3. Improves Learning Capacity: The adaptive slope can enhance the learning capacity of the network by allowing for more nuanced behavior in the negative input range.


* Disadvantages of PReLU:

1. Increased Model Complexity: Introducing learnable parameters can increase the complexity of the model, potentially leading to overfitting if not properly regularized.


## Exponential ReLU:

* The ELU activation function is designed to have smoother derivatives than the ReLU, which can lead to more stable training. It also helps mitigate the "dying ReLU" problem by allowing non-zero gradients for negative inputs.
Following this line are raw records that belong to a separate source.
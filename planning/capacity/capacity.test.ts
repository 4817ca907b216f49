import { describe, expect, it } from 'vitest';
import { capacityMinutes, daysNeeded, floorCapacity, piecesPerDay, taktTime } from './capacity';
import { checkWorkingHours, WORKING_HOURS_CAUTION } from './working-hours';
import { countWorkingDays, workingDays, type WorkingCalendar } from './working-calendar';
import { scheduleBatch } from './schedule-batch';
import { profileLoad } from './load-profile';

const weekdays: WorkingCalendar = { workdays: [1, 2, 3, 4, 5], minutesPerDay: 480, holidays: [] };

describe('capacity worked examples', () => {
  // onlineclothingstudy.com 2012/02, "Formula for calculating sewing room capacity" (web article), E3 [quoted]
  it('reproduces the five-line floor: 29 268.0 min/day and 1 463 shirts at SAM 20', () => {
    const lines = [[30, 0.4], [28, 0.5], [32, 0.55], [32, 0.45], [25, 0.39]].map(([people, efficiency]) => ({ people, minutesPerDay: 480, efficiency, absenteeism: 0.1 }));
    expect(lines.map(capacityMinutes).map((v) => Number(v.toFixed(1)))).toEqual([5184.0, 6048.0, 7603.2, 6220.8, 4212.0]);
    const floor = floorCapacity(lines, 20);
    expect(floor.minutes).toBeCloseTo(29268.0, 6);
    expect(floor.pieces).toBe(1463);
  });
  // garmentsmerchandising.com, "Sewing line capacity" (web article), E4 [quoted]
  it('gives 328 pcs/day for 30 machines, 8 h, 60 %, 5 % absence, SAM 25', () => {
    const cap = capacityMinutes({ people: 30, minutesPerDay: 480, efficiency: 0.6, absenteeism: 0.05 });
    expect(cap / 25).toBeCloseTo(328.32, 9);
    expect(piecesPerDay(cap, 25)).toBe(328);
  });
  // garmentsmerchandising.com, "How to calculate garments production" (web article), E5 [quoted]
  it('gives 201 polos/day for 20 operators, 480 − 60 min, SAM 25, 60 %', () => {
    expect(piecesPerDay(capacityMinutes({ people: 20, minutesPerDay: 480 - 60, efficiency: 0.6 }), 25)).toBe(201);
    expect(piecesPerDay(capacityMinutes({ people: 20, minutesPerDay: 420, efficiency: 1 }), 25)).toBe(336);
  });
  // assemblymag.com, article 93267 (web article), E6 [quoted]
  it('gives a takt of 0.96 min (57.6 s) for 480 min and 500 units', () => {
    expect(taktTime(480, 500)).toBeCloseTo(0.96, 12);
    expect(taktTime(480 * 60, 500)).toBeCloseTo(57.6, 12);
  });
  it('counts days needed, zero for no load', () => {
    expect(daysNeeded(1000, 480)).toBe(3);
    expect(daysNeeded(960, 480)).toBe(2);
    expect(daysNeeded(0, 0)).toBe(0);
    expect(() => daysNeeded(1, 0)).toThrow(RangeError);
  });
});

describe('working calendar and hours', () => {
  it('skips weekends and holidays (dates passed in)', () => {
    const cal = { ...weekdays, holidays: ['2025-01-01'] };
    expect(workingDays(cal, '2024-12-30', 4)).toEqual(['2024-12-30', '2024-12-31', '2025-01-02', '2025-01-03']);
    expect(countWorkingDays(cal, '2024-12-30', '2025-01-05')).toBe(4);
  });
  // ILO Convention C1, Hours of Work (Industry), 1919 [quoted]: ≤ 8 h/day, ≤ 48 h/week
  it('flags more than 8 h/day or 48 h/week with the ILO C1 caution', () => {
    expect(checkWorkingHours(480, 6).caution).toBeNull();
    const daily = checkWorkingHours(540, 5);
    expect(daily.exceedsDaily).toBe(true);
    expect(daily.caution).toBe(WORKING_HOURS_CAUTION);
    expect(checkWorkingHours(480, 7).exceedsWeekly).toBe(true);
    expect(WORKING_HOURS_CAUTION).toContain('No. 1');
  });
});

describe('scheduleBatch', () => {
  const stages = [
    { name: 'cutting', samPerPiece: 2, people: 1, efficiency: 1 },
    { name: 'sewing', samPerPiece: 20, people: 10, efficiency: 1 },
    { name: 'finishing', samPerPiece: 4, people: 2, efficiency: 1 },
  ];
  it('starts each stage one bundle after the previous and finishes after the last bundle', () => {
    const s = scheduleBatch({ quantity: 100, bundleSize: 10, stages, calendar: weekdays, start: '2025-03-03' });
    expect(s.stages.map((x) => x.startMinute)).toEqual([0, 20, 40]);
    expect(s.stages.map((x) => x.endMinute)).toEqual([200, 220, 240]);
    expect(s.finishDate).toBe('2025-03-03');
    expect(s.risk).toBe('no-due-date');
  });
  it('reports lateness, the overtime needed and the hours caution', () => {
    const s = scheduleBatch({ quantity: 1000, bundleSize: 10, stages, calendar: weekdays, start: '2025-03-03', due: '2025-03-05' });
    // sewing limits: 1000 × 2 min = 2000 min + bundle lags > 3 × 480 available
    expect(s.risk).toBe('late');
    expect(s.overtimeMinutesPerDay).toBeGreaterThan(0);
    expect(s.hours.exceedsDaily).toBe(true);
    expect(s.hours.caution).toBe(WORKING_HOURS_CAUTION);
    expect(s.finishDate).toBe('2025-03-07');
  });
  it('marks a plan finishing within a day of the due date as at risk', () => {
    const s = scheduleBatch({ quantity: 200, bundleSize: 10, stages, calendar: weekdays, start: '2025-03-03', due: '2025-03-03' });
    expect(s.risk).toBe('at-risk');
  });
});

describe('scheduleBatch against a discrete-event simulation of bundles (issue 19)', () => {
  /**
   * Independent check: bundles of `bundle` garments (the last one smaller) flow through every station of every
   * stage in turn; a station serves one bundle at a time, first come first served, taking size × minutes per
   * piece. Departure recurrence of a flow line: D[j][s] = max(D[j−1][s], D[j][s−1]) + service. Returns, per stage,
   * the minute its first bundle enters and the minute its last bundle leaves.
   */
  function simulate(quantity: number, bundle: number, stages: { mpp: number; stations: number }[]) {
    const sizes: number[] = [];
    for (let left = quantity; left > 0; left -= bundle) sizes.push(Math.min(bundle, left));
    const line = stages.flatMap((st, k) => Array.from({ length: st.stations }, () => ({ k, mpp: st.mpp })));
    const done = new Array<number>(line.length).fill(0);
    const firstIn = stages.map(() => Infinity);
    const lastOut = stages.map(() => 0);
    for (const size of sizes) {
      let ready = 0;
      line.forEach((station, s) => {
        const begin = Math.max(ready, done[s]);
        if (s === 0 || line[s - 1].k !== station.k) firstIn[station.k] = Math.min(firstIn[station.k], begin);
        done[s] = begin + size * station.mpp;
        ready = done[s];
        lastOut[station.k] = Math.max(lastOut[station.k], ready);
      });
    }
    return { firstIn, lastOut };
  }
  // Minutes per piece per stage = SAM ÷ (people × efficiency); efficiency 1 keeps the arithmetic plain.
  const cases: [string, { name: string; samPerPiece: number; people: number; efficiency: number; stations?: number }[]][] = [
    ['a 6-station sewing line between cutting and finishing', [
      { name: 'cutting', samPerPiece: 2, people: 1, efficiency: 1 },
      { name: 'sewing', samPerPiece: 24, people: 6, efficiency: 1, stations: 6 },
      { name: 'finishing', samPerPiece: 3, people: 2, efficiency: 1 },
    ]],
    ['a slow cutter feeding a faster 4-station line', [
      { name: 'cutting', samPerPiece: 6, people: 1, efficiency: 1 },
      { name: 'sewing', samPerPiece: 8, people: 4, efficiency: 1, stations: 4 },
      { name: 'finishing', samPerPiece: 1, people: 1, efficiency: 1 },
    ]],
    ['two lines in a row, the second slower', [
      { name: 'sewing', samPerPiece: 9, people: 3, efficiency: 1, stations: 3 },
      { name: 'sewing 2', samPerPiece: 20, people: 5, efficiency: 1, stations: 5 },
    ]],
  ];
  it.each(cases)('starts and ends every stage when the simulation does with %s', (_, stages) => {
    const s = scheduleBatch({ quantity: 120, bundleSize: 10, stages, calendar: weekdays, start: '2025-03-03' });
    const sim = simulate(120, 10, stages.map((st) => ({ mpp: st.samPerPiece / st.people, stations: st.stations ?? 1 })));
    s.stages.forEach((st, k) => {
      expect(st.startMinute).toBeCloseTo(sim.firstIn[k], 9);
      expect(st.endMinute).toBeCloseTo(sim.lastOut[k], 9);
    });
  });
  it('ends sewing at start + Q × cycle + (stations − 1) × bundle time, not at start + Q × cycle', () => {
    // 6 stations at a 4-minute cycle, bundles of 10: the first bundle leaves after 6 × 40 min.
    const s = scheduleBatch({ quantity: 100, bundleSize: 10, stages: [{ name: 'sewing', samPerPiece: 24, people: 6, efficiency: 1, stations: 6 }], calendar: weekdays, start: '2025-03-03' });
    expect(s.stages[0].endMinute).toBe(100 * 4 + 5 * 40);
  });
  it('is never earlier than the simulation when the last bundle is short', () => {
    for (const [, stages] of cases) {
      const s = scheduleBatch({ quantity: 95, bundleSize: 10, stages, calendar: weekdays, start: '2025-03-03' });
      const sim = simulate(95, 10, stages.map((st) => ({ mpp: st.samPerPiece / st.people, stations: st.stations ?? 1 })));
      expect(s.finishMinute).toBeGreaterThanOrEqual(sim.lastOut.at(-1)! - 1e-9);
    }
  });
});

describe('profileLoad', () => {
  it('fills days to capacity per section', () => {
    const [p] = profileLoad([{ section: 'sewing', loadMinutes: 10000, people: 10, efficiency: 0.5 }], weekdays, '2025-03-07');
    expect(p.capacityPerDay).toBe(2400);
    expect(p.daysNeeded).toBe(5);
    expect(p.days.map((d) => d.date)).toEqual(['2025-03-07', '2025-03-10', '2025-03-11', '2025-03-12', '2025-03-13']);
    expect(p.days[4].load).toBe(400);
  });
});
The ELU function is defined as follows:
    ELU(x) = x if x >= 0
       = a * (exp(x) - 1) if x < 0, where a is a positive constant (e.g., 1.0)

![image.png](attachment:image.png)

* Advantages of ELU:
1. Smooth Derivatives: The ELU function has a continuous derivative everywhere, including at the point where x = 0. This smoothness can help training converge more smoothly.

2. No Dead Neurons: ELU prevents the "dying ReLU" problem by introducing a non-zero gradient for negative inputs, which helps maintain gradient flow.

3. Better Learning for Negative Inputs: ELU's non-linearity for negative inputs can encourage the network to learn better representations for negative data points.

* Disadvantages of ELU:
1. Computational Cost: The exponential function computation in the negative range can be computationally more expensive compared to ReLU or other variants.